After the user is satisfied with the performance of the adaptation model, we enter the active/self learning phase of the process. The target model must be constructed first because we will use it to predict on the unlabeled data. The BiGRU and match/non-match MLP layers from the adaptation model are used in the target model. The build_target_model() function takes the following parameters:
- Parameters
- transfer : bool
- if True use the layers from the adaptation model if False random initialization for weights and biases
- universal : bool, optional
- True means both both org and dup datasets are passed through a single BiGRU False means two separate BiGRUs are trained, one for org and one for dup
- summary : bool, optional
- determines whether or not model summary is displayed
- Returns
- None
The code might look like the following:
DL.build_target_model(transfer=True, universal=True, summary=False)
After the final model is built the user can use the active learning method. This method can be used to increase the size of the labeled target data. The highest confidence pairs are automatically labeled and added to the labeled target data. The lowest confidence pairs are pulled out for clerical review. The parameters are as follows:
- Parameters
- n_certain_false : int
- the number of high confidence false pairs to automatically label and add to training set should be selected to preserve approximate class balance
- n_certain_true : int
- the number of high confidence true pairs to automatically label and add to training set should be selected to preserve approximate class balance
- n_uncertain : int
- the number of low confidence pairs to label by hand
- Returns
- None
The parameters n_certain_false and n_certain_true should be chosen to approximately preserve the class balance. The code would look like the following:
DL.active_self_learning(1000, 100, 10)
Next we have to manually label the low confidence pairs using the clerical_review() method. This method takes no parameters. The code and the resulting review process would look like the following:
DL.clerical_review()
After the clerical review process is complete, the user has several options. If enough labeled target data is available the user can train the target model exclusively on the target data. However it will often be the case that there is insufficient labeled target data to train the target model because deep learning models are notorious for requiring a large amount of data to result in high performance. If this is the case the user can continue to train the adaptation model. During adaptation training, the loss from the match/non-match classifier is ignored for pairs where the label is not known. As more and more labeled target data is available the adaptation model will progressively perform better on the target data. The amount of data that is necessary for training the target model will likely vary from case to case and should be determined by the user. It is important to note, however, that if the target model is trained too early, the model will likely have very poor performance. If this is the case and the model is used for self learning, the model will automatically add incorrectly labeled data to the labeled target dataset. This could be catastrophic for performance because the model will be training on incorrectly labeled data in subsequent iterations.

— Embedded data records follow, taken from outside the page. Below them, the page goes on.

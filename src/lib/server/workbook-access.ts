/** What the workbook downloads share: the draft's access rule and the download headers. */
import { permissionFor, roleCan } from "@/lib/auth/roles";
import { ForbiddenError } from "@/lib/server/errors";
import type { Membership } from "@/lib/server/services/access";

/** The current draft is for the roles that make exports (owners and consultants); others get issued revisions. */
export function requireDraftAccess(m: Membership): void {
  if (!roleCan(m.role, permissionFor("export:create")))
    throw ForbiddenError.forRole(m.role, "download the draft workbook; choose an issued revision (?revision=A)");
}

/** Content type, attachment with its (ASCII) file name, no caching. */
export function workbookHeaders(fileName: string, contentType: string): Headers {
  const safe = fileName.replace(/[^\w.-]/g, "_");
  return new Headers({
    "content-type": contentType,
    "content-disposition": `attachment; filename="${safe}"`,
    "cache-control": "no-store",
    "x-content-type-options": "nosniff",
  });
}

The very last method is the train_target_model() method. This method takes the following parameters:
- Parameters
- lr : float
- learning rate
- epochs : int
- number of epochs for training
- batch_size : int
- batch size
- Returns
- None
The code to train the final model would look like this:
train_target_model(0.0001, 1, 32)
A coded walk through of this process along with additional details are available in the .ipynb notebook in this repo.